A. The "Frozen" Crowd (Normal Charged Fluids)

• The Scenario: Imagine a crowded dance floor where everyone is holding hands in a rigid formation. If you try to move, you can't move yourself; you can only move if the whole group shuffles you along.
• The Physics: In a normal charged fluid, the electric charges are "glued" to the fluid parcels. They cannot wiggle around independently on the moving map.
• The "Fracton" Twist: The paper calls this fractonic behavior. It's like the charges are "fractons"—particles that are stuck in place unless the whole system moves them. They can't hop from one spot to another on the map; they are dragged along for the ride.
• The Result: This creates a very restrictive rule (called "chemical shift symmetry") that prevents the charges from rearranging themselves. The fluid behaves like a standard, predictable liquid.

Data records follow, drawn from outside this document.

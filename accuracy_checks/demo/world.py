"""The invented demo's world: a fictional chain of garden centres, its weekly demand and a
simple forecaster (no files, no engine: arrays in, arrays and tables out).

Nothing here is real: no company, brand or person. Eight stores (``S01``–``S08``) sell about
300 products (``P0001``…) in five segments (:data:`SEGMENTS`).

Data model (all demand in units per week; weeks start on Monday, frequency ``W-MON``)::

    mean[i, t]  = level_i · season_g(i)(t) · growth(t) · shock_g(i)(t)
    units[i, t] ~ NegativeBinomial(mean = mean[i, t], shape = k_g(i))

with ``level_i`` lognormal (store × product × series effects), ``season_g`` a smooth yearly
profile per segment whose peak moves by a few days from year to year, ``growth`` +4 % a year and
``shock_g`` a common weekly shock per segment (weather, promotions).

Forecast of series ``i`` issued at week ``c`` for target week ``t = c + h`` (``h = 0 … 12``),
computed only from the actuals of weeks before ``c``::

    level_i = mean(units[i, c−8 : c])
    ratio_g = T̃_g(t − 52) / mean(T̃_g(c − 60 : c − 52))
    units   = level_i · ratio_g(i)          (never below 0)

where ``T̃_g`` is the segment's weekly total smoothed over three weeks: last year's seasonal
shape around the same weeks, scaled to this year's recent level. ``p10``/``p90`` come from a
normal approximation of the negative binomial spread, widening with the horizon.
"""

from __future__ import annotations

import datetime as dt
from dataclasses import dataclass

import numpy as np
import pyarrow as pa

__all__ = [
    "HORIZON",
    "LEVEL_WEEKS",
    "N_STORES",
    "SEASON_WEEKS",
    "SEGMENTS",
    "SegmentSpec",
    "World",
    "forecast",
    "forecast_table",
    "season_profile",
    "simulate",
]

#: Weeks each cycle forecasts.
HORIZON = 13
#: Weeks of actuals the forecaster uses for a series' recent level.
LEVEL_WEEKS = 8
#: Length of a year on the weekly grid.
SEASON_WEEKS = 52
N_STORES = 8
#: Share of the catalogue each store carries.
RANGE_SHARE = 0.85


@dataclass(frozen=True)
class SegmentSpec:
    """One product segment of the invented catalogue.

    ``median`` is the median weekly units of a series; ``amplitude`` the strength of the
    yearly season (0 = flat; the peak-to-trough ratio is ``exp(2·amplitude)``), peaking in
    week ``peak_week`` of the year; ``shape`` the negative binomial shape (smaller = noisier);
    ``shock`` the standard deviation of the segment's common weekly log-shock.
    """

    name: str
    products: int
    median: float
    amplitude: float
    peak_week: float
    shape: float
    shock: float


SEGMENTS: tuple[SegmentSpec, ...] = (
    SegmentSpec("seasonal-plants", 90, 9.0, 1.1, 16.0, 8.0, 0.04),
    SegmentSpec("tools", 55, 9.0, 0.25, 18.0, 12.0, 0.02),
    SegmentSpec("pet-care", 60, 14.0, 0.0, 1.0, 30.0, 0.02),
    SegmentSpec("soil-and-feed", 65, 11.0, 0.6, 14.0, 12.0, 0.03),
    SegmentSpec("garden-furniture", 30, 4.0, 0.9, 24.0, 6.0, 0.03),
)


def season_profile(week_of_year: np.ndarray, amplitude: float, peak_week: float) -> np.ndarray:
    """Yearly seasonal factor, mean 1 over a year: ``exp(a·cos(2π(w − peak)/52)) / I0(a)``.

    ``I0`` is the modified Bessel function of order 0 (:func:`numpy.i0`), the yearly mean of
    the numerator, so the profile averages 1.

    >>> w = np.arange(52.0)
    >>> p = season_profile(w, 1.0, 16.0)
    >>> round(float(p.mean()), 6), int(np.argmax(p))
    (1.0, 16)
    >>> season_profile(w, 0.0, 1.0).tolist() == [1.0] * 52
    True
    """
    return np.exp(amplitude * np.cos(2 * np.pi * (week_of_year - peak_week) / 52.0)) / float(
        np.i0(amplitude)
    )


@dataclass(frozen=True)
class World:
    """The simulated catalogue and demand (series × weeks)."""

    store: np.ndarray  # str, one per series
    product: np.ndarray  # str, one per series
    segment_of_series: np.ndarray  # int index into SEGMENTS
    product_ids: np.ndarray
    product_segment: np.ndarray
    weeks: np.ndarray  # datetime64[D], the Mondays of the actuals grid
    units: np.ndarray  # int64 (series, weeks)
    first_week: dt.date

    def index_of(self, day: dt.date) -> int:
        """The column of the week that starts on ``day``."""
        return (day - self.first_week).days // 7


def simulate(rng: np.random.Generator, first_week: dt.date, n_weeks: int) -> World:
    n_seg = len(SEGMENTS)
    seg_sizes = np.array([s.products for s in SEGMENTS])
    product_segment = rng.permutation(np.repeat(np.arange(n_seg), seg_sizes))
    n_products = len(product_segment)
    product_ids = np.char.add("P", np.char.zfill(np.arange(1, n_products + 1).astype(str), 4))
    store_ids = np.char.add("S", np.char.zfill(np.arange(1, N_STORES + 1).astype(str), 2))

    carried = rng.random((N_STORES, n_products)) < RANGE_SHARE
    s_idx, p_idx = np.nonzero(carried)  # store-major order: S01's products first
    seg = product_segment[p_idx]

    median = np.array([s.median for s in SEGMENTS])[seg]
    store_effect = rng.normal(0.0, 0.25, N_STORES)
    product_effect = rng.normal(0.0, 0.7, n_products)
    slow_mover = rng.random(n_products) < 0.08  # intermittent, low-volume products
    product_effect[slow_mover] += np.log(0.08)
    series_effect = rng.normal(0.0, 0.3, len(s_idx))
    level = median * np.exp(store_effect[s_idx] + product_effect[p_idx] + series_effect)

    weeks = np.datetime64(first_week, "D") + 7 * np.arange(n_weeks)
    day_of_year = (weeks - weeks.astype("datetime64[Y]")).astype(np.int64)
    year = weeks.astype("datetime64[Y]").astype(np.int64)
    # the season comes a few days early or late each year
    year_shift = rng.normal(0.0, 3.0, year.max() - year.min() + 1)[year - year.min()]
    woy = (day_of_year - year_shift) / 7.0
    season = np.stack([season_profile(woy, s.amplitude, s.peak_week) for s in SEGMENTS])
    shock = np.exp(
        rng.normal(0.0, 1.0, (n_seg, n_weeks)) * np.array([s.shock for s in SEGMENTS])[:, None]
    )
    growth = 1.04 ** (np.arange(n_weeks) / SEASON_WEEKS)
    mean = level[:, None] * (season * shock)[seg] * growth[None, :]
    shape = np.array([s.shape for s in SEGMENTS])[seg][:, None]
    units = rng.negative_binomial(shape, shape / (shape + mean)).astype(np.int64)
    return World(
        store=store_ids[s_idx],
        product=product_ids[p_idx],
        segment_of_series=seg,
        product_ids=product_ids,
        product_segment=product_segment,
        weeks=weeks,
        units=units,
        first_week=first_week,
    )


def forecast(
    known: np.ndarray, segment_of_series: np.ndarray
) -> tuple[np.ndarray, np.ndarray, np.ndarray]:
    """Point forecast, p10 and p90 (series × HORIZON) from the actuals ``known`` (series × weeks).

    ``known`` holds only weeks before the issue date, so nothing later can leak in. See the
    module docstring for the method.
    """
    c = known.shape[1]
    if c < SEASON_WEEKS + LEVEL_WEEKS + 1:
        raise ValueError(f"the forecaster needs {SEASON_WEEKS + LEVEL_WEEKS + 1} weeks; got {c}")
    n_seg = len(SEGMENTS)
    member = (segment_of_series[None, :] == np.arange(n_seg)[:, None]).astype(np.float64)
    totals = member @ known  # segment × week totals
    # three-week centred mean; smooth[:, j] is centred on week j + 1 (all weeks < c)
    smooth = (totals[:, :-2] + totals[:, 1:-1] + totals[:, 2:]) / 3.0
    targets = c + np.arange(HORIZON) - SEASON_WEEKS  # same weeks last year
    base = smooth[:, c - SEASON_WEEKS - LEVEL_WEEKS - 1 : c - SEASON_WEEKS - 1].mean(axis=1)
    ratio = np.divide(
        smooth[:, targets - 1],
        base[:, None],
        out=np.ones((n_seg, HORIZON)),
        where=base[:, None] > 0,
    )
    level = known[:, c - LEVEL_WEEKS :].mean(axis=1)
    point = np.clip(level[:, None] * ratio[segment_of_series], 0.0, None)
    shape = np.array([s.shape for s in SEGMENTS])[segment_of_series][:, None]
    widen = np.sqrt(1.0 + 0.08 * np.arange(HORIZON))[None, :]
    spread = 1.2816 * np.sqrt(point + point**2 / shape + 0.25) * widen  # z(0.9) = 1.2816
    p10 = np.clip(point - spread, 0.0, None)
    p90 = point + spread
    return point, p10, p90


def forecast_table(
    world: World, issue_index: int, *, factor: np.ndarray | None = None
) -> pa.Table:
    """One cycle's forecast as a long table (series × horizon rows), values rounded to 0.01."""
    point, p10, p90 = forecast(world.units[:, :issue_index], world.segment_of_series)
    if factor is not None:
        point, p10, p90 = (a * factor[:, None] for a in (point, p10, p90))
    issue = np.datetime64(world.weeks[0], "D") + 7 * issue_index
    target = issue + 7 * np.arange(HORIZON)
    n = len(world.store)
    return pa.table(
        {
            "store": np.repeat(world.store, HORIZON),
            "product": np.repeat(world.product, HORIZON),
            "week": pa.array(np.tile(target, n), pa.date32()),
            "units": np.round(point, 2).ravel(),
            "p10": np.round(p10, 2).ravel(),
            "p90": np.round(p90, 2).ravel(),
            "issued_on": pa.array(np.full(n * HORIZON, issue), pa.date32()),
        }
    )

B. The "Free-Range" Crowd (Superfluids)

• The Scenario: Now, imagine the dance floor turns into a zero-friction ice rink. The people (charges) are no longer holding hands. They can slide freely across the ice, rearranging themselves however they want, even while the whole rink is moving.
• The Physics: This is the Superfluid phase. The restrictive "glue" is broken. The charges can now flow independently of the main fluid motion.
• The Result: Because the charges can move freely, a new type of wave appears. In normal fluids, you have sound waves (pressure waves). In superfluids, you get a second type of wave called "Second Sound," which is essentially a wave of heat or entropy moving through the fluid.

C. The "Half-Stuck" Crowd (Fracton Fluids)

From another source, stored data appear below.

"""The demo from a warehouse: the invented scenario as DuckDB tables, the gate run from SQL.

``accuracy-checks demo --warehouse`` calls :func:`run_warehouse_demo`: it writes the scenario
(:func:`~accuracy_checks.demo.scenario.generate_scenario`), loads it into one DuckDB file
(``warehouse.duckdb``: tables ``forecasts`` — every cycle's forecast and the earlier cycles —,
``actuals`` and ``products``), writes a config whose inputs are SQL sources
(``accuracy-checks-warehouse.yaml``) and runs the gate on the final cycle from it: the
forecast is a query for the latest issue date, the history a query for the earlier ones, the
actuals and the mapping are tables. The figures equal those of the same cycle read from the
CSV files (the narrated demo's last cycle). Needs the ``warehouse`` extra (DuckDB).
"""

from __future__ import annotations

from collections.abc import Callable
from pathlib import Path

from accuracy_checks.demo.scenario import Scenario, generate_scenario, prepare_folder
from accuracy_checks.engine import run_checks
from accuracy_checks.errors import UsageError
from accuracy_checks.measures.catalogue import load_config
from accuracy_checks.outputs.findings import top_findings
from accuracy_checks.results import RunReport

__all__ = ["WAREHOUSE_CONFIG", "WAREHOUSE_FILE", "load_warehouse", "run_warehouse_demo"]

WAREHOUSE_FILE = "warehouse.duckdb"
WAREHOUSE_CONFIG = "accuracy-checks-warehouse.yaml"
#: the run state of the warehouse run, apart from the narrated demo's
_STATE = ".accuracy_checks-warehouse"


def load_warehouse(scenario: Scenario) -> Path:
    """Load the scenario's CSV files into ``warehouse.duckdb`` (replaced if present); its path.

    Columns keep the files' types as DuckDB reads them: keys as text, weeks and issue dates as
    dates, values as numbers (the key columns are declared text, so no key could turn into a
    number).
    """
    try:
        import duckdb
    except ImportError:
        raise UsageError(
            "accuracy-checks demo --warehouse needs DuckDB: install the warehouse extra "
            "(pip install -e \".[warehouse]\") and run it again."
        ) from None
    out = scenario.out_dir
    path = out / WAREHOUSE_FILE
    path.unlink(missing_ok=True)
    keys = "{'store': 'VARCHAR', 'product': 'VARCHAR'}"
    forecasts = [scenario.history_path, *scenario.forecast_paths]
    with duckdb.connect(str(path)) as db:
        db.execute(
            "create table forecasts as select * from read_csv(?, header = true, "
            f"union_by_name = true, types = {keys})",
            [[str(p) for p in forecasts]])
        db.execute(f"create table actuals as select * from read_csv(?, types = {keys})",
                   [str(scenario.actuals_path)])
        db.execute("create table products as select * from read_csv(?, types = "
                   "{'product': 'VARCHAR', 'category': 'VARCHAR'})", [str(scenario.products_path)])
    return path


def _config_text(scenario: Scenario) -> str:
    """The narrated demo's config with its inputs moved to SQL sources on the warehouse."""
    text = scenario.config_path.read_text(encoding="utf-8")
    url = f"duckdb:///{WAREHOUSE_FILE}"
    latest = "(select max(issued_on) from forecasts)"
    places = {
        "forecast": f'sql: {{url: "{url}", query: "select * from forecasts where issued_on = '
                    f'{latest}"}}',
        "actuals": f'sql: {{url: "{url}", table: actuals}}',
    }
    lines = []
    section = None
    for line in text.splitlines():
        if line and not line.startswith(" "):
            section = line.split(":", 1)[0]
        stripped = line.strip()
        if stripped.startswith("path:") and section in places:
            line = f"  {places[section]}"
        elif line.startswith("history:"):
            line = (f'history: {{sql: {{url: "{url}", query: "select * from forecasts '
                    f'where issued_on < {latest}"}}}}')
        elif stripped.startswith("mapping:"):
            line = f'  mapping: {{sql: {{url: "{url}", table: products}}}}'
        elif line.startswith(("archive:", "store:")):
            line = line.replace(".accuracy_checks", _STATE)
        elif line.startswith("# The demo runs every cycle"):
            line = "# The gate on the final cycle, every input read from the DuckDB warehouse."
        elif line.startswith("# the first demo cycle"):
            continue
        lines.append(line)
    return "\n".join(lines) + "\n"


def run_warehouse_demo(out_dir: Path, *, cycles: int = 6, seed: int = 7,
                       echo: Callable[[str], None] = print) -> RunReport:
    """Write the scenario and its warehouse into ``out_dir``, run the gate from SQL on the
    final cycle, narrate the verdict; the run's report."""
    out_dir = Path(out_dir).resolve()
    prepare_folder(out_dir, run_state=(".accuracy_checks", _STATE),
                   hint="Pass a new or empty folder with --out.")
    scenario = generate_scenario(out_dir, cycles=cycles, seed=seed)
    warehouse = load_warehouse(scenario)
    config_path = out_dir / WAREHOUSE_CONFIG
    config_path.write_text(_config_text(scenario), encoding="utf-8")
    echo(f"accuracy-checks demo --warehouse: invented data, no real company, store or person.\n"
         f"Wrote the garden-centre scenario into the DuckDB file {warehouse}\n"
         "(tables forecasts, actuals, products) and a config that reads every input from it:\n"
         f"{config_path}\n")
    report = run_checks(load_config(config_path))
    verdict = report.status.upper()
    counts = report.counts()
    echo(f"Final cycle {report.cycle}, read from SQL: {verdict}  ({counts['pass']} passed, "
         f"{counts['warn']} warned, {counts['fail'] + counts['error']} failed)")
    echo("".join(f"  - {f}\n" for f in top_findings(report)) or "  - no warnings or failures\n")
    echo("Run it by hand (a re-run is recorded as a new attempt of the cycle):\n"
         f"  cd {out_dir}\n"
         f"  accuracy-checks run --config {WAREHOUSE_CONFIG}\n"
         "The demo itself exits 0: the failing final cycle is part of the show.")
    return report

• The Scenario: This is the paper's big new idea. Imagine a crowd where people can move, but only in very specific, limited ways. Maybe they can slide left and right, but they can't move forward or backward. Or maybe they can only move in pairs.
• The Physics: The author proposes a middle ground between the "Frozen" and "Free-Range" crowds. They call this a Fracton Fluid.
• The Rule: The charges are constrained by a "linear shift symmetry." Think of it like a rule that says: "You can move, but your movement must be perfectly balanced with your neighbor's."
• The Result: This creates a unique type of wave that behaves like a magnon (a magnetic wave) or a "quadratic" wave. It's slower and moves differently than normal sound. It's a fluid that is neither a solid nor a normal liquid, but something exotic in between.

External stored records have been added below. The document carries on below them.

"""The invented demo: a fictional chain of garden centres and a few weeks of forecast cycles.

Nothing here is real: no company, brand or person. Eight stores (``S01``–``S08``) sell about
300 products (``P0001``…) in five segments. Weekly unit demand is simulated, a simple forecaster
is run once per weekly cycle on the actuals known before its issue date, and a few problems are
planted in the forecasts so that the gate has something to find:

- ``pet-care`` forecasts are 18 % too low from the fourth-last cycle on (the 3rd of 6):
  an under-forecast bias that shows once those cycles are measured against actuals: a warning
  when half the lag-1 window is biased, a failure when three quarters are;
- in that same cycle a few series lack one week in the middle of the horizon (a gap: warning);
- in the final cycle every series of one store is absent (a missing store: failure).

With the defaults (6 cycles, seed 7) the verdicts read WARN, WARN, WARN, PASS, WARN, FAIL: the
first two warn mildly (lag-4 bias of small segments measured on one or two weeks), the third
shows the gap, the fifth the pet-care bias building up and the sixth fails on the missing store
and the pet-care bias.

:func:`generate_scenario` writes the files; :func:`run_demo` runs the gate on each cycle in
order, the way a weekly job would, and narrates the verdicts.

Data model (all demand in units per week; weeks start on Monday, frequency ``W-MON``)::

    mean[i, t]  = level_i · season_g(i)(t) · growth(t) · shock_g(i)(t)
    units[i, t] ~ NegativeBinomial(mean = mean[i, t], shape = k_g(i))

with ``level_i`` lognormal (store × product × series effects), ``season_g`` a smooth yearly
profile per segment whose peak moves by a few days from year to year, ``growth`` +4 % a year and
``shock_g`` a common weekly shock per segment (weather, promotions).

Forecast of series ``i`` issued at week ``c`` for target week ``t = c + h`` (``h = 0 … 12``),
computed only from the actuals of weeks before ``c``::

    level_i = mean(units[i, c−8 : c])
    ratio_g = T̃_g(t − 52) / mean(T̃_g(c − 60 : c − 52))
    units   = level_i · ratio_g(i)          (never below 0)

where ``T̃_g`` is the segment's weekly total smoothed over three weeks: last year's seasonal
shape around the same weeks, scaled to this year's recent level. ``p10``/``p90`` come from a
normal approximation of the negative binomial spread, widening with the horizon.
"""

from __future__ import annotations

import datetime as dt
import shutil
from collections.abc import Callable, Sequence
from dataclasses import dataclass
from pathlib import Path
from typing import TYPE_CHECKING

import numpy as np
import pyarrow as pa
import pyarrow.csv as pa_csv

from accuracy_checks.errors import UsageError

if TYPE_CHECKING:  # the engine is only needed by run_demo
    from accuracy_checks.results import CheckResult, RunReport

__all__ = [
    "FIRST_DEMO_CYCLE",
    "HORIZON",
    "SEGMENTS",
    "PlantedProblems",
    "Scenario",
    "SegmentSpec",
    "describe_planted",
    "generate_scenario",
    "run_demo",
    "top_findings",
]

#: Issue date of the first demo cycle (a Monday in early spring, when garden centres get busy).
FIRST_DEMO_CYCLE = dt.date(2025, 4, 7)
#: Weeks each cycle forecasts.
HORIZON = 13
#: Earlier cycles written to the history file, issued weekly before the first demo cycle.
EARLIER_CYCLES = 4
#: Weeks of actuals before the final cycle's issue date (about two years).
HISTORY_WEEKS = 104
#: Weeks of actuals the forecaster uses for a series' recent level.
LEVEL_WEEKS = 8
#: Length of a year on the weekly grid.
SEASON_WEEKS = 52
#: Most demo cycles: the first earlier cycle still needs SEASON_WEEKS + LEVEL_WEEKS + 1 weeks.
MAX_CYCLES = HISTORY_WEEKS - EARLIER_CYCLES - (SEASON_WEEKS + LEVEL_WEEKS + 1) + 1

N_STORES = 8
#: Share of the catalogue each store carries.
RANGE_SHARE = 0.85
#: Invented town names (no real places intended).
TOWNS = (
    "Mossbury Cross",
    "Fernwhistle",
    "Quillhaven",
    "Bramblewick",
    "Pebblecombe",
    "Wrenfold",
    "Cloverdeep",
    "Hollyrise",
)

#: The planted problems.
BIASED_SEGMENT = "pet-care"
BIAS_FACTOR = 0.82  # forecasts 18 % below what the forecaster would say
MISSING_STORE = "S06"
GAP_SERIES = 5
GAP_STEP = 7  # the 7th of 13 weeks: the middle of the horizon

#: Header of the generated config; :func:`run_demo` only clears folders that carry it.
CONFIG_MARKER = "# accuracy-checks demo scenario (invented data)"


@dataclass(frozen=True)
class SegmentSpec:
    """One product segment of the invented catalogue.

    ``median`` is the median weekly units of a series; ``amplitude`` the strength of the
    yearly season (0 = flat; the peak-to-trough ratio is ``exp(2·amplitude)``), peaking in
    week ``peak_week`` of the year; ``shape`` the negative binomial shape (smaller = noisier);
    ``shock`` the standard deviation of the segment's common weekly log-shock.
    """

    name: str
    products: int
    median: float
    amplitude: float
    peak_week: float
    shape: float
    shock: float


SEGMENTS: tuple[SegmentSpec, ...] = (
    SegmentSpec("seasonal-plants", 90, 9.0, 1.1, 16.0, 8.0, 0.04),
    SegmentSpec("tools", 55, 9.0, 0.25, 18.0, 12.0, 0.02),
    SegmentSpec("pet-care", 60, 14.0, 0.0, 1.0, 30.0, 0.02),
    SegmentSpec("soil-and-feed", 65, 11.0, 0.6, 14.0, 12.0, 0.03),
    SegmentSpec("garden-furniture", 30, 4.0, 0.9, 24.0, 6.0, 0.03),
)


@dataclass(frozen=True)
class PlantedProblems:
    """Where the demo's planted problems sit (tests and the narration read this)."""

    biased_segment: str
    bias_factor: float
    bias_from: dt.date
    missing_store: str
    missing_cycle: dt.date
    gap_cycle: dt.date
    gap_week: dt.date
    gap_series: tuple[tuple[str, str], ...]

3. Why Does This Matter? (The "UV Completion")

In physics, we often use "Effective Field Theories" (EFTs).

• The Analogy: An EFT is like a weather forecast. It tells you "it will rain tomorrow" based on current patterns, but it doesn't explain the quantum mechanics of every single water molecule.
• The Problem: Sometimes, these forecasts break down. If you try to predict a storm too far in advance, the math explodes (singularities).
• The Solution: This paper provides the "microscopic blueprint" (the UV Completion). It builds the fluid theory from the ground up using a complex scalar field (the "compass needle").
  • It explains why the normal fluid acts stuck.
  • It explains why the superfluid acts free.
  • It predicts the existence of the new "Fracton Fluid" phase.

Summary

The author has built a universal translator for fluids.

1. Normal Fluid: Charges are glued to the fluid. (Like a rigid dance).
2. Superfluid: Charges are free to roam. (Like an ice rink).
3. Fracton Fluid: Charges are partially stuck, moving only in specific patterns. (Like a dance where you can only step in time with a partner).

By using a "moving map" (comoving hypersurface) and a single mathematical field, the paper shows how all these different behaviors emerge from the same underlying rules, offering a deeper, more complete understanding of how matter flows in the universe, from the smallest quantum particles to the largest cosmic plasmas.

Technical Summary

1. Problem Statement

Hydrodynamics is traditionally formulated as an effective field theory (EFT) based on collective variables (density, velocity, temperature) and phenomenological transport coefficients. While successful, this approach often lacks a microscopic "UV completion," leading to pathologies such as caustic singularities in nonlinear regimes and an inability to fully capture the microscopic origin of transport coefficients.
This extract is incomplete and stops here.